Kinetic modeling reveals a common death niche for newly formed and mature B cells

Affiliations

Kinetic modeling reveals a common death niche for newly formed and mature B cells

Gitit Shahaf et al. PLoS One. .

Abstract

Background: B lymphocytes are subject to elimination following strong BCR ligation in the absence of appropriate second signals, and this mechanism mediates substantial cell losses during late differentiation steps in the bone marrow and periphery. Mature B cells may also be eliminated through this mechanism as well as through normal turnover, but the population containing mature cells destined for elimination has not been identified. Herein, we asked whether the transitional 3 (T3) subset, which contains most newly formed cells undergoing anergic death, could also include mature B cells destined for elimination.

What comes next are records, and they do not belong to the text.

// Survey CSV: the rule, then inputs that must pass and inputs that must fail.
// Rule: header x,y,z,Bx,By,Bz (+ optional sigma), units in brackets, SI without; comments,
// blank lines and CRLF allowed; every malformed line is refused with file, line and column.
#include <catch2/catch.hpp>

#include <string>

#include "coilwright/error.hpp"
#include "coilwright/survey.hpp"

using namespace coilwright;

namespace {
// Unit conversions are exact decimal scalings; 1e-15 relative covers one rounding of the product.
constexpr double kRel = 1e-15;

std::string error_of(const std::string& text) {
  try {
    (void)parse_survey_csv(text, "bench.csv");
  } catch (const InputError& e) {
    return e.what();
  }
  return "no error";
}
}  // namespace

TEST_CASE("survey: units in brackets are converted to metres and tesla", "[survey]") {
  // 1 G = 1e-4 T, 1 uT = 1e-6 T, 1 nT = 1e-9 T (SI prefixes and the gauss definition, common practice, no source).
  const Survey s = parse_survey_csv("x[mm],y[cm],z,Bx[uT],By[nT],Bz[G]\n250,3,0.5,48.5,-120,0.2\n", "bench.csv");
  REQUIRE(s.size() == 1);
  CHECK(s.points[0].x() == Approx(0.25).epsilon(kRel));
  CHECK(s.points[0].y() == Approx(0.03).epsilon(kRel));
  CHECK(s.points[0].z() == Approx(0.5).epsilon(kRel));
  CHECK(s.field[0].x() == Approx(48.5e-6).epsilon(kRel));
  CHECK(s.field[0].y() == Approx(-120e-9).epsilon(kRel));
  CHECK(s.field[0].z() == Approx(0.2e-4).epsilon(kRel));
  CHECK_FALSE(s.has_uncertainty());
  CHECK(s.lines[0] == 2);
}

TEST_CASE("survey: any column order, sigma, comments, blank lines and CRLF", "[survey]") {
  const std::string text =
      "# a survey\r\n\r\nBz[uT], sigma[nT], x, y, z, Bx[uT], By[uT]\r\n"
      "  # indented comment\r\n-44,2,0,0,0,18,-2\r\n\r\n-43,5,0.1,0,0,18.5,-2.5\r\n";
  const Survey s = parse_survey_csv(text, "bench.csv");
  REQUIRE(s.size() == 2);
  REQUIRE(s.has_uncertainty());
  CHECK(s.sigma_T[0] == Approx(2e-9).epsilon(kRel));
  CHECK(s.sigma_T[1] == Approx(5e-9).epsilon(kRel));
  CHECK(s.field[1].x() == Approx(18.5e-6).epsilon(kRel));
  CHECK(s.field[1].z() == Approx(-43e-6).epsilon(kRel));
  CHECK(s.points[1].x() == Approx(0.1).epsilon(kRel));
  CHECK(s.lines[0] == 5);
  CHECK(s.lines[1] == 7);
}

TEST_CASE("survey: a malformed line names file, line, column, the text and what is accepted", "[survey]") {
  const std::string head = "x,y,z,Bx[uT],By[uT],Bz[uT]\n0,0,0,1,2,3\n# note\n";
  const std::string msg = error_of(head + "0,0,0,1,abc,3\n");
  CHECK_THAT(msg, Catch::Contains("bench.csv:4"));
  CHECK_THAT(msg, Catch::Contains("By[uT]"));
  CHECK_THAT(msg, Catch::Contains("\"abc\""));
  CHECK_THAT(msg, Catch::Contains("number"));

  const std::string count = error_of(head + "0,0,0,1,2\n");
  CHECK_THAT(count, Catch::Contains("bench.csv:4"));
  CHECK_THAT(count, Catch::Contains("5 value(s)"));

  CHECK_THAT(error_of(head + "0,0,nan,1,2,3\n"), Catch::Contains("bench.csv:4"));
  CHECK_THAT(error_of(head + "0,0,,1,2,3\n"), Catch::Contains("key 'z'"));
}

TEST_CASE("survey: bad headers are refused with what is accepted", "[survey]") {
  CHECK_THAT(error_of("x,y,z,Bx[uT],By[uT],Bz[furlong]\n0,0,0,1,2,3\n"), Catch::Contains("accepted: T"));
  CHECK_THAT(error_of("x[uT],y,z,Bx,By,Bz\n0,0,0,1,2,3\n"), Catch::Contains("not a unit of length"));
  CHECK_THAT(error_of("x,y,z,Bx,By\n0,0,0,1,2\n"), Catch::Contains("no column 'Bz'"));
  CHECK_THAT(error_of("x,y,z,Bx,By,Bz,sgima\n0,0,0,1,2,3,4\n"), Catch::Contains("key 'sgima': not a survey column"));
  CHECK_THAT(error_of("x,y,z,Bx,By,Bz,sigma\n0,0,0,1,2,3,0\n"), Catch::Contains("accepted: a positive uncertainty"));
  CHECK_THAT(error_of("x,y,z,Bx[uT,By,Bz\n0,0,0,1,2,3\n"), Catch::Contains("name[unit]"));
  CHECK_THAT(error_of("# nothing\n\n"), Catch::Contains("no header"));
  CHECK_THAT(error_of("x,y,z,Bx,By,Bz\n"), Catch::Contains("no readings"));
}

TEST_CASE("survey: the bundled demo survey reads", "[survey]") {
  const Survey s = read_survey_csv(COILWRIGHT_SOURCE_DIR "/configs/survey-demo.csv");
  CHECK(s.size() == 27);
  CHECK(s.has_uncertainty());
}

Methodology/principal findings: To interrogate this hypothesis and its implications, we applied mathematical models to previously generated in vivo labeling data. Our analyses reveal that the death rate of T3 B cells is far higher than the death rates of all other splenic B cell subpopulations. Further, the model, in which the T3 pool includes both newly formed and mature primary B cells destined for apoptotic death, shows that this cell loss may account for nearly all mature B cell turnover.

Conclusions/significance: This finding has implications for the mechanism of normal mature B cell turnover.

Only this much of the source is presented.